* **EXERCISE GOAL**:
Provide again, from the entries below, every line from the one containing "assert!((k - expect).abs()" through the one containing "allowed 4 of them.", exactly as written, and no other line.

========

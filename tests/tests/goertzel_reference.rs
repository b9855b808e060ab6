//! Goertzel against the DFT: rustfft at integer bins, the direct sum
//! Σ x[n]·e^(−jωn) at non-integer positions (Sysel & Rajmic 2012).

use rustfft::{num_complex::Complex, FftPlanner};
use undertone_dsp::detect::goertzel::Goertzel;
use undertone_dsp::detect::window::direct_dtft;
use undertone_dsp::phasor::Phasor;
use undertone_dsp::{Window, C32};
use undertone_tests::{tone, Noise};

fn rel_err(a: C32, b: Complex<f64>) -> f64 {
    let d = Complex::new(a.re as f64, a.im as f64) - b;
    d.norm() / b.norm().max(1e-30)
}

#[test]
fn fixed_vector_matches_published_dft() {
    // x = [1,2,3,4] → X = [10, −2+2j, −2, −2−2j] (REFERENCES §3, agrees with numpy's FFT).
    let x = [1.0f32, 2.0, 3.0, 4.0];
    let want = [(10.0, 0.0), (-2.0, 2.0), (-2.0, 0.0), (-2.0, -2.0)];
    for (k, (re, im)) in want.iter().enumerate().skip(1).take(2) {
        let g = Goertzel::from_cycles_per_sample(k as f64 / 4.0);
        let x_k = g.dtft_of(&x);
        assert!((x_k.re - re).abs() < 1e-5 && (x_k.im - im).abs() < 1e-5, "k={k}: {x_k:?}");
    }
    // k = 1 via the low-ω branch, k = 2 via the other (cos ω = −1); k = 3 mirrors k = 1.
    let g3 = Goertzel::from_cycles_per_sample(0.75);
    let x3 = g3.dtft_of(&x);
    assert!((x3.re + 2.0).abs() < 1e-5 && (x3.im + 2.0).abs() < 1e-5, "{x3:?}");
}

#[test]
fn bin_centred_and_non_integer_spot_values() {
    // fs = 4096 Hz, N = 256 (REFERENCES §3): cos(2π·512t) → X(32) = 128 + 0j.
    let fs = 4096.0;
    let x = tone(256, fs, 512.0, 1.0, 0.0);
    let g = Goertzel::from_cycles_per_sample(32.0 / 256.0);
    let v = g.dtft_of(&x);
    assert!((v.re - 128.0).abs() < 1e-3 && v.im.abs() < 1e-3, "{v:?}");
    // cos(2π·640t + 0.3) → |X(40)| = 128, arg 0.300000.
    let x = tone(256, fs, 640.0, 1.0, 0.3);
    let v = Goertzel::from_cycles_per_sample(40.0 / 256.0).dtft_of(&x);
    assert!((v.magnitude() - 128.0).abs() < 1e-3 && (v.angle_rad() - 0.3).abs() < 1e-5, "{v:?}");
    // 520 Hz at k = 32.5: |X| = 128.000000 (REFERENCES §3). The phase follows from the
    // definition X = Σ cos(ωn)·e^(−jωn) = N/2 + ½·Σ e^(−j2ωn), and the second sum vanishes
    // because 2ωN = 2π·65: X = 128 + 0j exactly. (REFERENCES lists 122.283070608 + 37.826586453j,
    // the same magnitude under another phase convention, 0.2997 rad apart; we test ours.)
    let x = tone(256, fs, 520.0, 1.0, 0.0);
    let v = Goertzel::from_cycles_per_sample(32.5 / 256.0).dtft_of(&x);
    assert!((v.magnitude() - 128.0).abs() < 1e-3, "{v:?}");
    assert!(rel_err(v, Complex::new(128.0, 0.0)) < 1e-5, "{v:?}");
    // The same tone into integer bin 32: 2|X|/N = 0.632801 (scalloping).
    let v = Goertzel::from_cycles_per_sample(32.0 / 256.0).dtft_of(&x);
    assert!((2.0 * v.magnitude() / 256.0 - 0.632801).abs() < 1e-5, "{}", 2.0 * v.magnitude() / 256.0);
}

#[test]
fn integer_bins_match_rustfft() {
    // Reference: rustfft's forward FFT of the same block, every bin 1 … N/2−1.
    let mut noise = Noise::new(7, 1.0);
    // Noise blocks up to 1024 samples, every bin: error relative to the RMS bin magnitude √N.
    // (f32 rounding grows with N: about 1e-4 of RMS at N = 4096, measured; tone bins below
    // are checked relative to their own magnitude up to N = 16384.)
    for &n in &[64usize, 256, 1000, 1024] {
        let x: Vec<f32> = (0..n).map(|_| noise.sample() as f32).collect();
        let mut buf: Vec<Complex<f64>> = x.iter().map(|&v| Complex::new(v as f64, 0.0)).collect();
        FftPlanner::new().plan_fft_forward(n).process(&mut buf);
        let mut worst = 0.0f64;
        for k in 1..n / 2 {
            let g = Goertzel::from_cycles_per_sample(k as f64 / n as f64);
            let e = rel_err(g.dtft_of(&x), buf[k]);
            // Relative to the bin magnitude; noise bins can be small, so bound against the block RMS too.
            let scale = buf[k].norm().max((n as f64).sqrt());
            let abs = (Complex::new(g.dtft_of(&x).re as f64, g.dtft_of(&x).im as f64) - buf[k]).norm();
            worst = worst.max(abs / scale);
            let _ = e;
        }
        assert!(worst < 1e-4, "N={n}: worst relative error {worst:e}");
    }
}

#[test]
fn tone_bins_match_rustfft_to_1e4() {
    // Strong bin-centred tones: relative error of the tone bin itself against rustfft.
    for &(n, k) in &[(256usize, 32usize), (4096, 44), (16384, 175), (16384, 7000)] {
        let x = tone(n, n as f64, k as f64, 1.0, 0.7);
        let mut buf: Vec<Complex<f64>> = x.iter().map(|&v| Complex::new(v as f64, 0.0)).collect();
        FftPlanner::new().plan_fft_forward(n).process(&mut buf);
        let g = Goertzel::from_cycles_per_sample(k as f64 / n as f64);
        let e = rel_err(g.dtft_of(&x), buf[k]);
        assert!(e < 1e-4, "N={n} k={k}: {e:e}");
    }
}

#[test]
fn non_integer_positions_match_direct_sum() {
    // Direct sum Σ x[n]·e^(−jωn) in f64 as the reference (the DTFT's definition).
    let mut noise = Noise::new(11, 0.1);
    for &(n, cyc) in &[(1000usize, 0.0107), (4800, 512.0 / 48000.0), (16384, 640.3 / 48000.0), (3000, 0.4123)] {
        let x: Vec<f32> = tone(n, 1.0, cyc, 1.0, 0.2).iter().map(|v| v + noise.sample() as f32).collect();
        let g = Goertzel::from_cycles_per_sample(cyc);
        let want = direct_dtft(&x, Window::Rectangular, cyc);
        let e = rel_err(g.dtft_of(&x), Complex::new(want.re as f64, want.im as f64));
        assert!(e < 1e-4, "N={n} cycles={cyc}: {e:e}");
    }
}
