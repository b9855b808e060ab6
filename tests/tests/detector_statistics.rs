//! The multi-coil detector against detection theory: noise level, Rayleigh
//! false-alarm rate, the Cramér–Rao bound for amplitude, amplitude and phase of
//! off-bin tones on every coil.
//!
//! Tolerances are a number of standard errors of the statistic tested:
//! * a variance estimated from n Gaussian samples has a relative standard error
//!   √(2/n) (the sample variance is σ²χ²_{n−1}/(n−1), and var χ²_k = 2k); for
//!   correlated readouts n becomes n/Σ_k ρ_k², with ρ_k the correlation of readouts
//!   k apart summed over all k (Bartlett, J. Roy. Stat. Soc. Suppl. 8, 1946, from
//!   memory), ρ_k computed here from the detector's own weights for white noise;
//! * a count of rare events from n trials of probability p is binomial, sd √(np(1−p)).

use undertone_dsp::detect::input::InputScale;
use undertone_dsp::detect::lockin::LockIn;
use undertone_dsp::phasor::Phasor;
use undertone_dsp::{Beacon, Detection, Detector, DetectorKind, DetectorSettings, Window};
use undertone_tests::reference::window_f64;
use undertone_tests::{mean_var, Noise};

fn run<const N: usize>(det: &mut Detector<N>, len: usize, mut frame: impl FnMut(usize) -> [f32; N]) -> Vec<Detection<N>> {
    let mut out = Vec::new();
    for n in 0..len {
        if let Some(d) = det.push(&frame(n)) {
            out.push(d);
        }
    }
    out
}

fn settings(fs: f32, f0: f32, bw: f32, kind: DetectorKind, rate: f32) -> DetectorSettings {
    DetectorSettings { sample_rate_hz: fs, beacon: Beacon::Custom(f0), bandwidth_hz: bw, kind, readout_rate_hz: rate }
}

fn unit<const N: usize>() -> InputScale<N> {
    let mut s = InputScale::unity(24);
    s.full_scale = 1e6;
    s
}

#[test]
fn tone_amplitude_and_phase_on_every_coil_both_kinds() {
    // A non-bin-centred tone A·cos(ωn + φ) on three coils with signs +, −, + and
    // amplitudes 1, 0.5, 0.25: each phasor must be A_c·e^(jφ) (sign as a π phase), the
    // detector's definition of a phasor against the shared reference cos(ω0·n). The
    // 2f0 image is below 1e-6 (lockin_response.rs); f32 rounding leaves ~1e-5 (the
    // low-pass sections' dead band, the recurrence's error): allowed 5e-5 of A_c.
    let fs = 48_000.0;
    let f0 = 512.37;
    let phi = 0.9f64;
    let amps = [1.0f64, -0.5, 0.25];
    for kind in [
        DetectorKind::Block { window: Window::BlackmanHarris4 },
        DetectorKind::Block { window: Window::Hann },
        DetectorKind::LockIn { poles: 2 },
        DetectorKind::LockIn { poles: 4 },
    ] {
        let s = settings(fs, f0, 4.0, kind, 20.0);
        let mut det = Detector::<3>::new(&s, unit()).unwrap();
        let w = 2.0 * std::f64::consts::PI * f0 as f64 / fs as f64;
        let outs = run(&mut det, 96_000, |n| {
            let c = (w * n as f64 + phi).cos();
            [(amps[0] * c) as f32, (amps[1] * c) as f32, (amps[2] * c) as f32]
        });
        let last = outs.last().unwrap();
        assert!(!last.flags.contains(undertone_dsp::Flags::SETTLING));
        for c in 0..3 {
            let p = last.phasors[c];
            let want_re = amps[c] * phi.cos();
            let want_im = amps[c] * phi.sin();
            let err = ((p.re as f64 - want_re).powi(2) + (p.im as f64 - want_im).powi(2)).sqrt();
            assert!(err < 5e-5 * amps[c].abs(), "{kind:?} coil {c}: {p:?} want ({want_re}, {want_im})");
        }
    }
}

/// Correlation coefficients ρ_k, k = 0, 1, …, of the real part of the phasors of
/// readouts k apart for white noise in, from the detector's weights: the lock-in's
/// impulse response at the intermediate rate (boxcar sums of white noise are white),
/// sampled every d intermediate samples; a block's window overlapping itself every
/// hop samples (the shared absolute-time reference makes the phasors' covariance
/// real: Σ w[m]·w[m + D]).
fn readout_correlation(s: &DetectorSettings, det: &Detector<1>) -> Vec<f64> {
    let info = det.info();
    let (h, step): (Vec<f64>, usize) = match s.kind {
        DetectorKind::LockIn { poles } => {
            let li = LockIn::new(s.sample_rate_hz, s.beacon.freq_hz(), s.bandwidth_hz, poles, s.readout_rate_hz);
            let a = li.alpha as f64;
            let mut st = [0.0f64; 4];
            let len = (60.0 * li.tau_s as f64 * li.intermediate_rate_hz as f64) as usize + 64;
            let h = (0..len)
                .map(|k| {
                    let mut u = if k == 0 { 1.0 } else { 0.0 };
                    for p in st.iter_mut().take(poles as usize) {
                        *p += a * (u - *p);
                        u = *p;
                    }
                    u
                })
                .collect();
            (h, li.d as usize)
        }
        DetectorKind::Block { window } => {
            let hop = (s.sample_rate_hz / s.readout_rate_hz).round() as usize;
            (window_f64(window, info.block_len as usize), hop)
        }
    };
    let r0: f64 = h.iter().map(|v| v * v).sum();
    (0..)
        .map(|k| k * step)
        .take_while(|&lag| lag < h.len())
        .map(|lag| h.iter().zip(&h[lag..]).map(|(a, b)| a * b).sum::<f64>() / r0)
        .collect()
}

/// Σ over all k (negative too) of ρ_k²: n/this is the effective number of readouts
/// for a variance.
fn sum_rho2(rho: &[f64]) -> f64 {
    rho[0] * rho[0] + 2.0 * rho[1..].iter().map(|r| r * r).sum::<f64>()
}

#[test]
fn noise_variance_is_two_sigma_squared_b_over_fs() {
    // White noise of variance σw² through a detector of noise bandwidth B leaves each real
    // component of the phasor with variance 2σw²·B/fs: a windowed bin has per-component
    // variance σw²·Σw²/2 (Harris 1978, §on equivalent noise bandwidth), scaled by (2/Σw)²
    // and with ENBW = L·Σw²/(Σw)² this is 2σw²·ENBW/L; the lock-in's boxcar and low-pass
    // give 2σw²/M · 2B_lp/f_i = 2σw²·B/fs alike. The noise probe must report the same σ.
    // Tolerance: 4 standard errors of the pooled (real and imaginary) variance estimate.
    let fs = 8_000.0;
    for kind in [DetectorKind::Block { window: Window::Hann }, DetectorKind::LockIn { poles: 1 }, DetectorKind::LockIn { poles: 4 }] {
        let s = settings(fs, 512.0, 20.0, kind, 50.0);
        let mut det = Detector::<1>::new(&s, unit()).unwrap();
        let mut noise = Noise::new(3, 1.0);
        let outs = run(&mut det, 2_000_000, |_| [noise.sample() as f32]);
        let want = 2.0 * det.info().bandwidth_hz as f64 / fs as f64;
        let settle = det.info().settle_99_s as f64;
        let used: Vec<&Detection<1>> = outs.iter().filter(|d| d.t_s > settle).collect();
        let (_, v_re) = mean_var(&used.iter().map(|d| d.phasors[0].re as f64).collect::<Vec<_>>());
        let (_, v_im) = mean_var(&used.iter().map(|d| d.phasors[0].im as f64).collect::<Vec<_>>());
        let v = 0.5 * (v_re + v_im);
        let n = used.len() as f64;
        let rho = readout_correlation(&s, &det);
        let se = (sum_rho2(&rho) / n).sqrt(); // √(2Σρ²/n) per component, pooled over two
        assert!((v / want - 1.0).abs() < 4.0 * se, "{kind:?}: variance {v} want {want} (se {se:.4})");
        // The probe's σ², averaged over readouts after its 2 s average has warmed up (five
        // time constants): the same number of effective samples.
        let probe: Vec<f64> = used.iter().filter(|d| d.t_s > settle + 10.0).map(|d| (d.noise_sigma[0] as f64).powi(2)).collect();
        let p = probe.iter().sum::<f64>() / probe.len() as f64;
        let se_p = (sum_rho2(&rho) / probe.len() as f64).sqrt();
        assert!((p / want - 1.0).abs() < 4.0 * se_p, "{kind:?}: probe σ² {p} want {want} (se {se_p:.4})");
    }
}

#[test]
fn noise_only_magnitude_is_rayleigh() {
    // Noise only: |P| is Rayleigh, P_fa(T) = exp(−T²/2σ²) (Rice, Bell Syst. Tech. J. 1944–45;
    // Kay, Fundamentals of Statistical Signal Processing vol. II, 1998 — section from memory).
    // Independent readouts: rectangular window, block length = hop (no overlap).
    let fs = 4_000.0;
    let s = settings(fs, 512.0, 50.0, DetectorKind::Block { window: Window::Rectangular }, 50.0);
    let mut det = Detector::<1>::new(&s, unit()).unwrap();
    assert_eq!(det.info().block_len, 80);
    let mut noise = Noise::new(42, 1.0);
    let outs = run(&mut det, 80 * 40_000, |_| [noise.sample() as f32]);
    let n = outs.len() as f64;
    let sigma = (2.0 * 50.0 / fs as f64).sqrt(); // per-component σ from 2σw²B/fs
                                                 // T/σ = √(−2 ln P_fa): 3.034854 for P_fa = 1e-2, 3.716922 for 1e-3 (from P_fa = exp(−T²/2σ²)).
                                                 // Exceedances of n independent readouts: binomial, allowed 4 sd.
    for (t_over_sigma, pfa) in [(3.034854, 1e-2), (3.716922, 1e-3)] {
        let k = outs.iter().filter(|d| d.phasors[0].magnitude() as f64 > t_over_sigma * sigma).count() as f64;
        let expect = n * pfa;
        let sd = (n * pfa * (1.0 - pfa)).sqrt();
        assert!((k - expect).abs() < 4.0 * sd, "P_fa {pfa}: {k} exceedances of {n}, expected {expect} ± {sd}");
    }
    // Mean of a Rayleigh magnitude: σ√(π/2) = 1.253314σ, variance (2 − π/2)σ² (Papoulis,
    // Probability, Random Variables and Stochastic Processes, the Rayleigh density; from
    // memory): the mean of n readouts has a relative standard error √((4 − π)/π)/√n =
    // 0.5227/√n; allowed 4 of them.
    let mean = outs.iter().map(|d| d.phasors[0].magnitude() as f64).sum::<f64>() / n;
    let se = ((4.0 - std::f64::consts::PI) / std::f64::consts::PI).sqrt() / n.sqrt();
    assert!((mean / sigma / 1.253314 - 1.0).abs() < 4.0 * se, "mean {} (se {se:e})", mean / sigma);
}

#[test]
fn amplitude_variance_reaches_cramer_rao_bound() {
    // x[n] = A·cos(2πf0n + φ) + w[n], known f0: var(Â) ≥ 2σ²/N (Rife & Boorstyn, IEEE Trans.
    // Inf. Theory IT-20(5), 1974; Kay vol. I, 1993, Example 3.14 — number from memory).
    // A rectangular block of N samples on a bin-centred tone is efficient at high SNR
    // (the in-phase component of the bin is the maximum-likelihood amplitude). Tolerance:
    // 4 standard errors of a variance estimated from n blocks, √(2/n) (4000 disjoint
    // blocks: 9 %). The mean magnitude of a Rician variable at high SNR is A + σc²/(2A)
    // (Rice, Bell Syst. Tech. J. 24, 1945, from memory), σc² = the CRB here; its standard
    // error √(σc²/n): allowed 4.
    let fs = 4_000.0;
    let s = settings(fs, 500.0, 50.0, DetectorKind::Block { window: Window::Rectangular }, 50.0);
    let mut det = Detector::<1>::new(&s, unit()).unwrap();
    let len = det.info().block_len as usize;
    let a = 1.0f64;
    let sigma = 0.5f64;
    let mut noise = Noise::new(9, sigma);
    let w = 2.0 * std::f64::consts::PI * 500.0 / fs as f64;
    let outs = run(&mut det, len * 4000, |n| [((a * (w * n as f64 + 0.4).cos()) + noise.sample()) as f32]);
    let amps: Vec<f64> = outs.iter().map(|d| d.phasors[0].magnitude() as f64).collect();
    let (m, v) = mean_var(&amps);
    let crb = 2.0 * sigma * sigma / len as f64;
    let n = amps.len() as f64;
    assert!((v / crb - 1.0).abs() < 4.0 * (2.0 / n).sqrt(), "var {v} CRB {crb} ratio {}", v / crb);
    let mean_want = a + crb / (2.0 * a);
    assert!((m - mean_want).abs() < 4.0 * (crb / n).sqrt(), "mean amplitude {m}, want {mean_want}");
}

#[test]
fn noise_probe_is_not_fooled_by_strong_mains() {
    // Mains 80 dB above the noise in the detection bandwidth at 50 Hz, harmonics falling by 0.75 each
    // (the 10th, next to 512 Hz, still 63 dB up), up to 3 kHz: the mean noise σ² the probe reports
    // stays the white noise's 2σw²B/fs, because the probe sits where the harmonics, folded by the
    // decimation, leak least. Tolerance: 4 standard errors of the mean of σ² over the readouts after
    // the 2 s noise average has warmed up (as in `noise_variance_is_two_sigma_squared_b_over_fs`), 300 s.
    // (At 5 Hz, a bandwidth the detector flags MAINS, harmonics 25 Hz either side of any probe
    // position are only ~56 dB down and the probe reads them: σ² 1.6 times too high, measured.)
    let fs = 48_000.0f32;
    // The mains waveform repeats every 1/50 s = 960 samples.
    let period = (fs / 50.0) as usize;
    for bw in [1.0f32, 2.4] {
        let mut s = DetectorSettings::new(fs, Beacon::Hz512);
        s.bandwidth_hz = bw;
        let mut det = Detector::<1>::new(&s, unit()).unwrap();
        let b = det.info().bandwidth_hz as f64;
        let sigma_w = 1.0;
        let want = 2.0 * sigma_w * sigma_w * b / fs as f64;
        let amp = 1.0e4 * want.sqrt();
        let mains: Vec<f64> = (0..period)
            .map(|n| {
                let t = n as f64 / fs as f64;
                (1..=60).map(|h| amp * 0.75f64.powi(h - 1) * (std::f64::consts::TAU * 50.0 * h as f64 * t + 0.7 * h as f64).cos()).sum()
            })
            .collect();
        let mut noise = Noise::new(8, sigma_w);
        let warm = det.info().settle_99_s as f64 + 10.0;
        let (mut sum, mut n) = (0.0f64, 0.0f64);
        for k in 0..(fs as usize * 300) {
            if let Some(d) = det.push(&[(mains[k % period] + noise.sample()) as f32]) {
                if d.t_s > warm {
                    sum += (d.noise_sigma[0] as f64).powi(2);
                    n += 1.0;
                }
            }
        }
        let got = sum / n;
        let se = (sum_rho2(&readout_correlation(&s, &det)) / n).sqrt();
        assert!(
            (got / want - 1.0).abs() < 4.0 * se,
            "bw {bw}: probe σ² {got:e} want {want:e} (se {se:.3}, probe at {} Hz)",
            det.info().probe_hz
        );
    }
}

========

* **ANSWER TO THIS PROBLEM**:
        assert!((k - expect).abs() < 4.0 * sd, "P_fa {pfa}: {k} exceedances of {n}, expected {expect} ± {sd}");
    }
    // Mean of a Rayleigh magnitude: σ√(π/2) = 1.253314σ, variance (2 − π/2)σ² (Papoulis,
    // Probability, Random Variables and Stochastic Processes, the Rayleigh density; from
    // memory): the mean of n readouts has a relative standard error √((4 − π)/π)/√n =
    // 0.5227/√n; allowed 4 of them.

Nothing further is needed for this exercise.